It appears to me, too, that this confusion of modern thought is on display in the Brony community, particularly in the popular slogan, “Love and tolerate.” To love means to will the good of someone for his own sake. To tolerate, on the other hand, means to allow or put up with another’s behavior no matter what you think of it. The two are mutually exclusive: you cannot possibly tolerate the self-destructive behavior of someone you love. The Brony slogan is a meaningless paradox.

Very briefly and inadequately, I will lay out the position I hold on the subject of homosexuality.

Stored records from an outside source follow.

package api

import (
	"context"

	"ridgehop/internal/assess"
)

// ListRasters lists every raster found, usable or not.
func (h *handlers) ListRasters(ctx context.Context, _ ListRastersRequestObject) (ListRastersResponseObject, error) {
	rasters, err := h.Lister.Rasters(ctx)
	if err != nil {
		return nil, err
	}
	return ListRasters200JSONResponse(ListOf(rasters)), nil
}

// ListOf is the list of rasters as the contract says it.
func ListOf(rasters []assess.Raster) RasterList {
	out := RasterList{Rasters: make([]Raster, 0, len(rasters))}
	for _, r := range rasters {
		out.Rasters = append(out.Rasters, rasterOf(r))
	}
	return out
}

// rasterOf is one raster as the contract says it. Outlines of buildings have no
// pixels, and so none of the fields about them.
func rasterOf(r assess.Raster) Raster {
	if r.Problem != "" {
		return Raster{Name: r.Name, Problem: &r.Problem, Source: &r.Source}
	}
	kind, modified, priority := RasterKind(r.Kind), r.Modified.UTC(), int32(r.Priority)
	out := Raster{
		Name: r.Name, Usable: true, Source: &r.Source, Kind: &kind, Version: &r.Version, Modified: &modified,
		ExtentDeg: &[]float64{
			round(r.Bound.Min[0], degreeDecimals), round(r.Bound.Min[1], degreeDecimals),
			round(r.Bound.Max[0], degreeDecimals), round(r.Bound.Max[1], degreeDecimals),
		},
		Priority: &priority, VerticalDatum: unlessZero(r.VerticalDatum),
		VerticalErrorM: figure(r.ErrorM, 3), CorrelationLengthM: figure(r.CorrelationM, 3), ErrorAssumed: &r.ErrorAssumed,
		Attribution: &r.Attribution, Licence: &r.Licence,
		Width: unlessZero(int32(r.Width)), Height: unlessZero(int32(r.Height)),
		Crs: unlessZero(r.CRS), Epsg: unlessZero(int32(r.EPSG)), Format: unlessZero(r.Format), DataType: unlessZero(r.DataType),
	}
	if r.Width > 0 {
		out.PixelM, out.PixelIsPoint = figure(r.PixelM, 3), &r.PixelIsPoint
	}
	if r.HasNoData {
		out.Nodata = figure(r.NoData, 6)
	}
	return out
}

// ReloadRasters loads the rasters anew.
func (h *handlers) ReloadRasters(ctx context.Context, _ ReloadRastersRequestObject) (ReloadRastersResponseObject, error) {
	changes, err := h.Elevation.Reload(ctx)
	switch {
	case err != nil && ctx.Err() != nil:
		return nil, ctx.Err()
	case err != nil:
		return nil, notReloaded.problem("%v", err)
	}
	out := RasterChanges{
		Added: names(changes.Added), Removed: names(changes.Removed), Changed: names(changes.Changed),
		Usable: int32(h.Elevation.Usable()),
	}
	h.Log.Info("rasters loaded anew", "added", len(out.Added), "removed", len(out.Removed), "changed", len(out.Changed), "usable", out.Usable)
	return ReloadRasters200JSONResponse(out), nil
}

// names is a list that reads [] rather than null where it is empty.
func names(list []string) []string { return append([]string{}, list...) }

It begins with teleology, the study of final causes or ends. Though it is popular to deny their existence, final causes exist, and this is evident in that it is impossible to avoid them. Take an eye as an easy example: you could describe it down to the last atom, but until you say that an eye is for seeing--that’s its purpose, or end--you have not fully described it. Similarly, the purpose of the genitals is generation (hence the name), and the purpose of the sexual appetite is procreation, that is, reproduction. If an appetite is directed toward something out of accordance with its purpose, it can be described as “disordered.” That is merely descriptive; it is not an ethical judgment. If I, say, hunger to eat rocks instead of eat food, I have a disordered appetite.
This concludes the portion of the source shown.